# DS #5210: Captain Tsubasa: New Kick Off (Europe)



## Chanser (Nov 3, 2010)

^^ndsrelease-6582^^


----------



## Slyakin (Nov 3, 2010)

Oh, I loved that manga! I'd never thought it would get localized.


----------



## signz (Nov 3, 2010)

Erm, there is NO English? lmfao
But yeah, that Release surprised me/us pretty much.


----------



## basher11 (Nov 3, 2010)

im guessing its a soccer game.


----------



## marcus69 (Nov 3, 2010)

O_O release in italian!! O_O


----------



## signz (Nov 3, 2010)

Ok, this game pretty much sucks... Instead of "normal" controls like A=pass B=kick Y=run X=something else
it's like "on enemy-contact -> 4 options (depending if you have the ball or the enemy does, there are different options)" or "press y -> 4 options/commands"...


----------



## zruben (Nov 3, 2010)

SignZ said:
			
		

> Ok, this game pretty much sucks... Instead of "normal" controls like A=pass B=kick Y=run X=something else
> it's like "on enemy-contact -> 4 options (depending if you have the ball or the enemy does, there are different options)" or "press y -> 4 options/commands"...



I guess you never played any Capt. Tsubasa game on the snes...


----------



## signz (Nov 3, 2010)

zruben said:
			
		

> SignZ said:
> 
> 
> 
> ...


Correct, the only one on SNES I played was ISS and I remember that different.


----------



## Mesiskope (Nov 3, 2010)

obvious target audience is obvious.


----------



## signz (Nov 3, 2010)

Ok, I have to admit, after the first match (which I won 5-0), I gotta say the game is pretty good and fun.


----------



## menardi (Nov 3, 2010)

wow!  a captain tsubasa in spanish!?  and...... it called captain tsubasa!?

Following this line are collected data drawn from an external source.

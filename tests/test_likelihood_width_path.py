"""The width path of the start finding (:func:`peaksift.likelihood.width_path.width_path`:
a Gaussian peak's profile likelihood along its width, the mass free, the background's shape
relaxed) against a profile written here.

Source: the extended binned Poisson NLL sum(mu - n ln mu) (Baker and Cousins, Nucl.
Instrum. Meth. 221 (1984) 437, eq. 11; the saturated term left out, as the kernel does),
mu = a f(m, w) + b g(b1), with f the bin fractions of a normal distribution truncated to
the window from ``scipy.special.ndtr`` and g those of exp(b1 t), t = (x - 150) / 50, from
its closed-form CDF; minimised at each width by iminuit's MIGRAD (strategy 2, tight
tolerance) from three masses, the lowest kept.  With the shape held (no derivative rows)
the kernel's profile is exact up to its stopping rule: NLL within 2e-3 (its mass steps stop
once the next would gain < 1e-3), mass within 0.05 of iminuit's HESSE error.  With the
slope's derivative row, its NLL is the shape-held profile lowered by one Newton step in
every parameter: within 0.01 + 10 % of what freeing b1 gains in iminuit's profile (a
second-order estimate from the expected information; the slope moves by up to ~0.05 here,
gaining up to ~1.2, and the estimate errs by up to 7 % of that, on the low side at the
widest widths).  And the dip's start taken along it (``start_widths.lowest_width``), against
the same profile minimised over the wider widths.
"""

from __future__ import annotations

import math

import numpy as np
import pytest
from exp_gauss_reference import EDGES, WINDOW, exp_fractions, gauss_fractions
from iminuit import Minuit

from peaksift.likelihood.start_widths import OTHER_FACTORS, lowest_width
from peaksift.likelihood.width_path import width_path
from peaksift.shapes import Gaussian

LO, HI = WINDOW
BAND = 7.0
B1 = -1.2


def _counts(seed: int) -> np.ndarray:
    rng = np.random.default_rng(seed)
    return rng.poisson(8000 * exp_fractions(B1) + 300 * gauss_fractions(152.0, 4.0)
                       ).astype(float)


def _profile(n: np.ndarray, w: float, b1_free: bool, masses, a0: float = 300.0,
             b1: float = B1) -> Minuit:
    """iminuit's profile at width ``w`` (the lowest from ``masses``), the signal yield
    started at ``a0`` and bounded to its sign (a deficit's below 0)."""
    def cost(m, a, b, b1):
        mu = a * gauss_fractions(m, w) + b * exp_fractions(b1)
        if not np.all(mu > 0):  # also NaN
            return 1e30
        return float(np.sum(mu - n * np.log(mu)))

    best = None
    for m0 in masses:
        mi = Minuit(cost, m=m0, a=a0, b=float(n.sum()) - a0, b1=b1)
        mi.errordef = 0.5
        mi.limits["m"] = (LO, HI)
        if a0 < 0:
            mi.limits["a"] = (None, 0.0)
        mi.fixed["b1"] = not b1_free
        mi.strategy, mi.tol = 2, 1e-6
        mi.migrad()
        mi.hesse()
        if mi.valid and (best is None or mi.fval < best.fval):
            best = mi
    assert best is not None
    return best


def _path(n: np.ndarray, own_fit: Minuit, widths: np.ndarray, own: int, dg: np.ndarray,
          rise: float = math.inf) -> np.ndarray:
    out = np.empty((widths.size, 4))
    g = exp_fractions(B1)
    assert width_path(EDGES.copy(), LO, HI, n, np.ones(n.size), g, dg,
                      own_fit.values["m"], LO, HI, widths, own, BAND, own_fit.values["a"],
                      own_fit.values["b"], rise, out)
    return out


def _slope_row() -> np.ndarray:
    """d g / d b1 by central differences of the closed form (error ~1e-11)."""
    h = 1e-5
    return ((exp_fractions(B1 + h) - exp_fractions(B1 - h)) / (2 * h))[None, :]


def _own_minimum(seed: int):
    """The counts, iminuit's fit at the own width of 4 GeV, and the widths walked (steps of
    sqrt 2 from 0.35 to 4 times it)."""
    n = _counts(seed)
    own_w = 4.0
    return n, _profile(n, own_w, False, [152.0]), own_w * 2.0 ** (np.arange(-3, 5) / 2)


@pytest.mark.parametrize("seed", [11, 12])
def test_the_mass_profile_along_the_width_against_iminuit(seed):
    n, own_fit, widths = _own_minimum(seed)
    out = _path(n, own_fit, widths, 3, np.zeros((0, n.size)))
    for j, w in enumerate(widths):
        ref = _profile(n, w, False, [own_fit.values["m"] + d for d in (-w, 0.0, w)])
        assert abs(out[j, 3] - ref.fval) < 2e-3, (w, out[j, 3], ref.fval)
        assert abs(out[j, 0] - ref.values["m"]) < 0.05 * ref.errors["m"], (w, out[j, 0],
                                                                            ref.values["m"])


@pytest.mark.parametrize("seed", [11, 12])
def test_the_relaxed_background_shape_against_iminuit(seed):
    n, own_fit, widths = _own_minimum(seed)
    out = _path(n, own_fit, widths, 3, _slope_row())
    held = _path(n, own_fit, widths, 3, np.zeros((0, n.size)))
    for j, w in enumerate(widths):
        starts = [own_fit.values["m"] + d for d in (-w, 0.0, w)]
        ref = _profile(n, w, True, starts)
        relaxed = _profile(n, w, False, starts).fval - ref.fval  # what b1 free gains
        assert abs(out[j, 3] - ref.fval) < 0.01 + 0.1 * relaxed, (w, out[j, 3], ref.fval)
        assert out[j, 3] <= held[j, 3] + 1e-9  # relaxing a parameter never raises it


def test_the_walk_stops_once_the_profile_has_risen():
    """With ``rise`` 5 the walk leaves the widths beyond the first one whose profile lies
    more than 5 above the own width's (iminuit's profile, rising) uncomputed (NaN)."""
    n = _counts(13)
    own_fit = _profile(n, 4.0, False, [152.0])
    widths = 4.0 * 2.0 ** (np.arange(-8, 9) / 2)
    own = 8
    out = _path(n, own_fit, widths, own, np.zeros((0, n.size)), rise=5.0)
    computed = np.flatnonzero(np.isfinite(out[:, 3]))
    assert computed.size < widths.size
    lo, hi = computed.min(), computed.max()
    assert np.all(np.isfinite(out[lo:hi + 1, 3]))  # one run of widths around the own one
    for end in (lo, hi):
        if end in (0, widths.size - 1):
            continue
        ref = _profile(n, widths[end], False, [own_fit.values["m"]])
        assert ref.fval > own_fit.fval + 5.0


def test_a_dips_start_goes_to_the_lowest_wider_width():
    """``start_widths.lowest_width`` from a narrow dip's start (1.25 GeV at 197 GeV) on a
    spectrum whose deficit is centred on the window's upper edge (80 events of a Gaussian
    of 5 GeV at 200 GeV below 10,000 on exp(-0.8 t)): the width it picks among the wider
    ones (steps of sqrt 2 up to 8 times) against iminuit's profile at each (mass, both
    yields and the slope minimised, strategy 2, from three masses).  Checks: iminuit's
    profile at the picked width lies within 0.05 of its lowest over those widths and more
    than 1 below the start's own width; the picked mass within 0.1 of that width of
    iminuit's mass there, its yield negative and within 10 % of iminuit's (the path's
    slope is one Newton step, not a minimum)."""
    b1 = -0.8
    n = np.random.default_rng(21).poisson(10000 * exp_fractions(b1)
                                          - 80 * gauss_fractions(200.0, 5.0)).astype(float)
    h = 1e-5
    dg = ((exp_fractions(b1 + h) - exp_fractions(b1 - h)) / (2 * h))[None, :]
    btot = n.sum() + 30.0
    found = lowest_width(Gaussian(), EDGES.copy(), n, None,
                         (btot * exp_fractions(b1), btot * dg), 197.0, 1.25, -30.0, 0.1,
                         50.0, LO, HI, WINDOW, -1.0)
    assert found is not None
    factor, y, _, mass = found

    ref = {f: _profile(n, 1.25 * f, True, (197.0, HI - 1.25 * f, HI - 0.1), -30.0, b1)
           for f in OTHER_FACTORS[OTHER_FACTORS >= 1.0].tolist()}
    lowest = min(r.fval for r in ref.values())
    at = ref[factor]
    assert at.fval <= lowest + 0.05, (factor, at.fval, lowest)
    assert at.fval < ref[1.0].fval - 1.0
    assert abs(mass - at.values["m"]) < 0.1 * 1.25 * factor, (mass, at.values["m"])
    assert y < 0 and abs(y / at.values["a"] - 1.0) < 0.1, (y, at.values["a"])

what happen!!? this is increidble!


----------



## Man_Hunt (Nov 3, 2010)

there is no english

very sad


----------



## Necron (Nov 3, 2010)

Man_Hunt said:
			
		

> there is no english
> 
> very sad


Probably soon there will be one, luckily, my first language is spanish


----------



## highanimalhouse (Nov 4, 2010)

Awesome that this is getting a release outside of Japan!

Sucks that....it's not in English. Time to brush up on French. Je n'en parle pas francise.


----------



## patz (Nov 4, 2010)

I also wonder why didn't they put in English language? It didn't take much effort. They have already translated 4 languages anyway, why not another one.

I hope some translation team pick this up.


----------



## Etalon (Nov 4, 2010)

patz said:
			
		

> I also wonder why didn't they put in English language? It didn't take much effort. They have already translated 4 languages anyway, why not another one.



Because you should learn french or german when you pirate Nintendo DS games. That's why.


----------



## patz (Nov 4, 2010)

Etalon said:
			
		

> patz said:
> 
> 
> 
> ...


That's not really logical. What if American/British people want to buy this game but it has no English option?


----------



## sadak5 (Nov 4, 2010)

patz said:
			
		

> Etalon said:
> 
> 
> 
> ...



He was just sarcastic


----------



## eife (Nov 4, 2010)

I just can't do the kick off... in story mode or in free play...

i think it's an AP...

can anyone test it? I'm on R4 wood latest...


----------



## Master Mo (Nov 4, 2010)

Hopefully this will be successful, since that could show Level-5, that it would be wise to localize Inazuma Eleven... 

Always loved Captain Tsubasa. Always watched it with my brothers


----------



## Fel (Nov 4, 2010)

The NFO isn't there, just a thumb of a paper torn into two parts appears. 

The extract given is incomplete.